• **INFORMATION PROVIDED**
def almanac_lines(j: Judge, sky: Sky, kind: np.ndarray, aries_only: np.ndarray) -> Places:
    """Judge the GHA and Dec lines; return GHA and Dec (degrees) carried forward.

    ``aries_only``: the GHA line is GHA Aries (Polaris by its tables)."""
    is_star = kind == "star"
    by_aries = is_star | aries_only
    base = np.array([BASE_RATE_DEG_PER_HOUR["aries" if s else k_] for s, k_ in zip(by_aries.tolist(), kind.tolist())])
    hour_gha = np.where(by_aries, sky.aries_hour, sky.gha_hour)  # the tabulated hour value: Aries for a star
    next_gha = np.where(by_aries, sky.aries_next, sky.gha_next)
    at_t = np.where(aries_only, sky.aries_t, sky.gha_t)
    increment_exact = base * sky.fraction * ARCMIN_PER_DEG
    v_rate = np.where(by_aries | (kind == "sun"), 0.0, hourly_v_arcmin(hour_gha, next_gha, base))
    v_exact = np.where(by_aries, 0.0, wrap_180(sky.gha_t - hour_gha - base * sky.fraction) * ARCMIN_PER_DEG)
    d_rate = hourly_d_arcmin(sky.dec_hour, sky.dec_next)
    d_exact = (sky.dec_t - sky.dec_hour) * ARCMIN_PER_DEG

    hour_tab = tenth(hour_gha * ARCMIN_PER_DEG)
    j.judge("gha_hour_worked", hour_gha * ARCMIN_PER_DEG, hour_tab, angle=True)
    increment_tab = tenth(increment_exact)
    j.judge("increment_worked", increment_exact, increment_tab)
    v_tab = tenth(tenth(v_rate) * sky.middle_of_minute)
    star_or_sun = by_aries | (kind == "sun")
    j.judge("v_corr_worked", np.where(star_or_sun, np.nan, v_exact), np.where(star_or_sun, np.nan, v_tab),
            causes=(("v sign", -v_exact), ("v sign", -v_tab)))
    sha_tab = tenth(sky.sha_t * ARCMIN_PER_DEG)
    star = is_star & ~aries_only
    j.judge("sha_worked", np.where(star, sky.sha_t * ARCMIN_PER_DEG, np.nan), np.where(star, sha_tab, np.nan),
            angle=True)
    # GHA from the cadet's own parts where given (each judged above), else from the almanac
    third = np.where(star, j.value("sha_worked", sha_tab), np.where(aries_only, 0.0, j.value("v_corr_worked", v_tab)))
    parts = j.value("gha_hour_worked", hour_tab) + j.value("increment_worked", increment_tab) + third
    gha_tab = wrap_360(parts / ARCMIN_PER_DEG)
    own_parts = j.has("gha_hour_worked") | j.has("increment_worked") | j.has("v_corr_worked") | j.has("sha_worked")
    gha_expected = np.where(own_parts, gha_tab, at_t) * ARCMIN_PER_DEG
    # the right GHA is right too, whatever a slip in a part of it (the slip is that part's)
    gha_true_tab = wrap_360((hour_tab + increment_tab + np.where(star, sha_tab, np.where(aries_only, 0.0, v_tab)))
                            / ARCMIN_PER_DEG) * ARCMIN_PER_DEG
    j.judge("gha_worked", gha_expected, gha_tab * ARCMIN_PER_DEG, angle=True,
            also=(at_t * ARCMIN_PER_DEG, gha_true_tab), causes=(
        ("increment", gha_expected - increment_exact), ("increment", gha_tab * ARCMIN_PER_DEG - increment_tab),
        ("v sign", gha_expected - 2.0 * v_exact), ("v sign", gha_tab * ARCMIN_PER_DEG - 2.0 * v_tab)))
    gha_c = j.value("gha_worked", gha_expected) / ARCMIN_PER_DEG

    dec_hour_tab = tenth(sky.dec_hour * ARCMIN_PER_DEG)
    j.judge("dec_hour_worked", sky.dec_hour * ARCMIN_PER_DEG, dec_hour_tab)
    d_tab = tenth(tenth(d_rate) * sky.middle_of_minute)
    j.judge("d_corr_worked", d_exact, d_tab, causes=(("d sign", -d_exact), ("d sign", -d_tab)))
    own_dec = j.has("dec_hour_worked") | j.has("d_corr_worked")
    dec_tab = j.value("dec_hour_worked", dec_hour_tab) + j.value("d_corr_worked", d_tab)
    dec_expected = np.where(own_dec, dec_tab, sky.dec_t * ARCMIN_PER_DEG)
    j.judge("dec_worked", dec_expected, dec_tab, also=(sky.dec_t * ARCMIN_PER_DEG, dec_hour_tab + d_tab),
            causes=(("d sign", dec_expected - 2.0 * d_exact),
                                                         ("d sign", dec_tab - 2.0 * d_tab)))
    return Places(gha_c, j.value("dec_worked", dec_expected) / ARCMIN_PER_DEG,
                  j.value("gha_worked", gha_tab * ARCMIN_PER_DEG) / ARCMIN_PER_DEG,
                  j.value("dec_worked", dec_tab) / ARCMIN_PER_DEG)


@dataclass
class Altitudes:
    """What the altitude lines give: Ho carried forward (arcminutes) and navred's exact Ho (degrees)."""

    ho_c: np.ndarray
    ho_exact_deg: np.ndarray
    ha_deg: np.ndarray
    two_part: np.ndarray  # the Moon worked by its two-part table


@dataclass
class _Parts:
    """Every correction of Hs to Ho for each sight, exact (navred's chain) and as the tables give them."""

    working: object  # the AltitudeCorrections of navred's chain
    hs: np.ndarray  # arcminutes
    ic: np.ndarray
    dip: np.ndarray  # with the horizon's own line (an artificial or back horizon)
    dip_feet_as_metres: np.ndarray
    refraction: np.ndarray
    sd: np.ndarray
    parallax: np.ndarray
    sd_tab: np.ndarray
    parallax_tab: np.ndarray
    sd_flipped: np.ndarray  # the change of SD + parallax with the SD's sign reversed, the tables' way
    additional: np.ndarray
    upper: np.ndarray  # the upper limb

    @property
    def main(self):
        return self.refraction + self.sd + self.parallax

    @property
    def main_tab(self):
        return self.refraction + self.sd_tab + self.parallax_tab


def _parts(sights: SightsToMark, sky: Sky, kind: np.ndarray, gha_c: np.ndarray, dec_c: np.ndarray) -> _Parts:
    """navred's chain of corrections with the almanac's SD and HP at the cadet's UTC, and the tables' parts."""
    lat_dr = np.asarray(sights.dr_lat_deg, dtype=float)
    lon_dr = np.asarray(sights.dr_lon_deg, dtype=float)
    hc_dr, zn_dr = computed_altitude_azimuth(lat_dr, lon_dr, gha_c, dec_c)
    limb = np.where(np.asarray(sights.limb, dtype=object) == "", "centre", sights.limb)
    _, phase = planet_phases(np.asarray(sights.body, dtype=object), sky.t, lat_dr, lon_dr, hc_dr, zn_dr)
    working = correct_altitudes(
        sights.hs_deg, index_error_arcmin=sights.index_error_arcmin, eye_height_m=sights.eye_height_m,
        horizon=sights.horizon, temperature_c=sights.temperature_c, pressure_hpa=sights.pressure_hpa,
        limb=limb, sd_arcmin=sky.sd_arcmin, hp_arcmin=sky.hp_arcmin, augment_sd=kind == "moon", lat_deg=lat_dr,
        zn_deg=zn_dr, phase_arcmin=phase)
    feet = np.asarray(sights.eye_height_ft, dtype=float)
    refraction = np.asarray(working.refraction_arcmin, dtype=float)
    sd = np.asarray(working.sd_arcmin, dtype=float)
    # as the tables give them: the daily page's (geocentric) SD, unaugmented, and the spherical parallax
    # HP cos h at the altitude of the centre (the almanac's tables leave out the Earth's flattening)
    sd_tab = np.where(np.isfinite(sd), limb_sign(limb) * np.nan_to_num(sky.sd_arcmin), np.nan)
    centre_deg = (np.asarray(working.ha_deg, dtype=float) * ARCMIN_PER_DEG + refraction + sd) / ARCMIN_PER_DEG
    hp = np.nan_to_num(sky.hp_arcmin)
    parallax_tab = np.where(hp > 0, parallax_in_altitude_arcmin(centre_deg, hp), 0.0)
    # with the SD's sign reversed the centre stands 2 SD lower or higher, and so does the parallax's altitude
    parallax_flipped = np.where(hp > 0, parallax_in_altitude_arcmin(centre_deg - 2.0 * sd / ARCMIN_PER_DEG, hp), 0.0)
    return _Parts(working, np.asarray(sights.hs_deg, dtype=float) * ARCMIN_PER_DEG,
                  np.asarray(working.ic_arcmin, dtype=float),
                  np.asarray(working.dip_arcmin, dtype=float) + np.asarray(working.horizon_arcmin, dtype=float),
                  np.where(np.isfinite(feet), -DIP_ARCMIN_PER_SQRT_M * np.sqrt(np.abs(feet)), np.nan),
                  refraction, sd, np.asarray(working.parallax_arcmin, dtype=float), sd_tab, parallax_tab,
                  -2.0 * sd + parallax_flipped - parallax_tab, np.asarray(working.phase_arcmin, dtype=float),
                  limb_sign(limb) < 0)
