@pytest.mark.parametrize("names, offset", [
    (["Vega", "Arcturus"], (3.0, -4.0)),
    (["Vega", "Arcturus", "Antares"], (3.0, -4.0)),
    (["Vega", "Altair", "Arcturus", "Deneb", "Antares", "Dubhe", "Kochab", "Alphecca", "Rasalhague",
      "Eltanin", "Alkaid", "Polaris"], (3.0, -4.0)),
    (["Vega", "Arcturus", "Antares", "Dubhe"], (60.0, 90.0)),  # a fix 110 nm from the DR
])
def test_sheets_of_few_and_many_lines_keep_their_labels_apart(ts, eph, tmp_path, names, offset):
    """Reference: skyfield's stars over a stopped ship, the DR given off by ``offset``; the chart position is the
    truth (a triangle)."""
    from navred import reduce_sights

    when = pd.Timestamp("2024-09-15T19:05:00Z")
    rows = [skyfield_sight(ts, eph, name, when + pd.Timedelta(minutes=k), 45.25, -20.5)
            for k, name in enumerate(names)]
    frame = pd.DataFrame(rows)
    lat, lon = offset_position(45.25, -20.5, *offset)
    frame["dr_lat"], frame["dr_lon"] = float(lat), float(lon)
    reduced = reduce_sights(frame)
    fix = fix_position(reduced, at_utc=when)
    sights = SheetSights(reduced.body_name.to_numpy(), reduced.sight_utc.dt.tz_convert(None).to_numpy())
    sheet = plotting_sheet(fix, sights, title=f"{len(names)} lines", chart=(45.25, -20.5))
    page = Page(sheet.to_svg())
    check_page(page)
    check_lines(page, fix, reduced.body_name.to_numpy())
    assert "chart position" in page.kinds() and page.of("chart label")
    if offset[0] > 50:  # the note on a far DR is there, wrapped, not cut
        notes = " ".join(e.text for e in page.of("warning"))
        assert "straight lines of position drawn from it are approximate" in notes
    for suffix in ("png", "svg"):
        save_plotting_sheet(fix, sights, tmp_path / f"sheet.{suffix}", title=f"{len(names)} lines",
                            chart=(45.25, -20.5))
    from PIL import Image

    with Image.open(tmp_path / "sheet.png") as png:  # a real picture, as wide as asked, in the page's proportion
        assert png.format == "PNG" and png.size[0] == 880
        assert abs(png.size[1] - 880 * sheet.height / sheet.width) <= 1
        assert len(png.convert("RGB").getcolors(1 << 20)) > 50


def test_the_placers_test_of_many_boxes_at_once_agrees_with_the_theorem_written_here():
    """navred.figures.placing.overlaps (every pair at once) against this file's separating axis theorem, on
    turned rectangles of every size and angle (invented, seeded)."""
    from navred.figures.placing import overlaps, segment_box

    rng = np.random.default_rng(27)
    a = np.stack([segment_box(*rng.uniform(0, 100, 4), rng.uniform(0.3, 6)) for _ in range(120)])
    b = np.stack([segment_box(*rng.uniform(0, 100, 4), rng.uniform(0.3, 6)) for _ in range(30)])
    found = overlaps(a, b)
    expected = np.array([[overlap(p, q, slack=1e-9) for q in b] for p in a])
    assert 0 < found.sum() < found.size and (found == expected).all()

• **WHAT THE TASK ASKS**
Everything from the first line above through the line that contains "d_exact = (sky.dec_t" should be duplicated exactly, please, and nothing beyond it.

• **RESPONSE AREA**
def almanac_lines(j: Judge, sky: Sky, kind: np.ndarray, aries_only: np.ndarray) -> Places:
    """Judge the GHA and Dec lines; return GHA and Dec (degrees) carried forward.

    ``aries_only``: the GHA line is GHA Aries (Polaris by its tables)."""
    is_star = kind == "star"
    by_aries = is_star | aries_only
    base = np.array([BASE_RATE_DEG_PER_HOUR["aries" if s else k_] for s, k_ in zip(by_aries.tolist(), kind.tolist())])
    hour_gha = np.where(by_aries, sky.aries_hour, sky.gha_hour)  # the tabulated hour value: Aries for a star
    next_gha = np.where(by_aries, sky.aries_next, sky.gha_next)
    at_t = np.where(aries_only, sky.aries_t, sky.gha_t)
    increment_exact = base * sky.fraction * ARCMIN_PER_DEG
    v_rate = np.where(by_aries | (kind == "sun"), 0.0, hourly_v_arcmin(hour_gha, next_gha, base))
    v_exact = np.where(by_aries, 0.0, wrap_180(sky.gha_t - hour_gha - base * sky.fraction) * ARCMIN_PER_DEG)
    d_rate = hourly_d_arcmin(sky.dec_hour, sky.dec_next)
    d_exact = (sky.dec_t - sky.dec_hour) * ARCMIN_PER_DEG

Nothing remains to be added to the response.